Because your hardware setup might be different from a reviewer's hardware setup, driving behavior could be different on your machine than on the reviewer's. To help with reviewing your submission, we require that you submit a video recording of your vehicle driving autonomsly around the track. The video should include at least one full lap around the track. Keep in mind the rubric specifications:

> "No tire may leave the drivable portion of the track surface. The car may not pop up onto ledges or roll over any surfaces that would otherwise be considered unsane (if humans were in the vehicle)."

In the Github repo, we have included a file called video.py, which can be used to create the video recording when in autonomous mode. 

The README file in Github repo contains instructions about to make the video recording. Here are the instructions as well:

```
python drive.py model.h5 run1
```

The fourth argument `run` is the directory to save the images seen by the agent to. If the directory already exists it'll be overwritten.

```
ls run1

[2017-01-09 16:10:23 EST]  12KiB 2017_01_09_21_10_23_424.jpg
[2017-01-09 16:10:23 EST]  12KiB 2017_01_09_21_10_23_451.jpg
[2017-01-09 16:10:23 EST]  12KiB 2017_01_09_21_10_23_477.jpg
```

The image file name is a timestamp when the image was seen.

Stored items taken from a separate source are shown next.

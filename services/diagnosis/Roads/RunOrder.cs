namespace WearWatch.Diagnosis.Roads;

/// <summary>
/// Runs put in one order whatever the order they came in: by vehicle, stream, time, and last by every figure they hold, so that two
/// runs that still tie are the same run twice.
/// </summary>
internal sealed class RunOrder(RoadRuns runs) : IComparer<int>
{
    private readonly RoadRow[] _rows = runs.Table;
    private readonly int[] _streamRank = Ranks(runs.Streams);

    /// <param name="vehicleOf">Number of each of the table's vehicles, −1 where it is not wanted.</param>
    /// <param name="vehicles">How many numbers there are.</param>
    /// <returns>Rows in order, and where each vehicle's start.</returns>
    public (int[] Rows, int[] From) By(int[] vehicleOf, int vehicles)
    {
        var from = new int[vehicles + 1];
        foreach (ref readonly var row in runs.Rows) if (vehicleOf[row.Vehicle] is var v and >= 0) from[v + 1]++;
        for (var v = 0; v < vehicles; v++) from[v + 1] += from[v];
        var (order, next) = (new int[from[vehicles]], from.AsSpan(0, vehicles).ToArray());
        for (var i = 0; i < runs.Count; i++) if (vehicleOf[_rows[i].Vehicle] is var v and >= 0) order[next[v]++] = i;
        new RoadParts(from).Each((_, first, end) =>
        {
            for (var v = first; v < end; v++) order.AsSpan(from[v], from[v + 1] - from[v]).Sort(this);
        });
        return (order, from);
    }

    public int Compare(int i, int j)
    {
        ref readonly var a = ref _rows[i];
        ref readonly var b = ref _rows[j];
        if (_streamRank[a.Stream] != _streamRank[b.Stream]) return _streamRank[a.Stream].CompareTo(_streamRank[b.Stream]);
        if (a.Start != b.Start) return a.Start.CompareTo(b.Start);
        if (a.Sequence != b.Sequence) return a.Sequence.CompareTo(b.Sequence);
        return i == j ? 0 : Rest(a, b);
    }

    private int Rest(in RoadRow a, in RoadRow b)
    {
        var name = string.CompareOrdinal(a.Cell < 0 ? null : runs.Cells[a.Cell], b.Cell < 0 ? null : runs.Cells[b.Cell]);
        if (name != 0) return name;
        return (a.Mode, a.Seconds, a.IncludesAssist, a.Torque, a.TorqueError, (a.Angle, a.AngleError, a.Bank, a.BankError))
            .CompareTo((b.Mode, b.Seconds, b.IncludesAssist, b.Torque, b.TorqueError, (b.Angle, b.AngleError, b.Bank, b.BankError)));
    }

    /// <summary>Place of each name among all in ordinal order.</summary>
    private static int[] Ranks(IReadOnlyList<string> names)
    {
        var (sorted, rank) = (names.ToArray(), new int[names.Count]);
        var index = new int[names.Count];
        for (var i = 0; i < index.Length; i++) index[i] = i;
        Array.Sort(sorted, index, StringComparer.Ordinal);
        for (var place = 0; place < index.Length; place++) rank[index[place]] = place;
        return rank;
    }
}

This information is used by `video.py` to create a chronological video of the agent driving.

#### Using video.py
```
python video.py run1
```
Create a video based on images found in the `run` directory. The name of the video will be name of the directory following by `.mp4` so, in this case the video will be `run1.mp4`.

Optionally, one can spcify the FPS (frames per second) of the video:

```
python video.py run1 --fps 48
```

The video will run at 48 FPS. The default FPS is 60.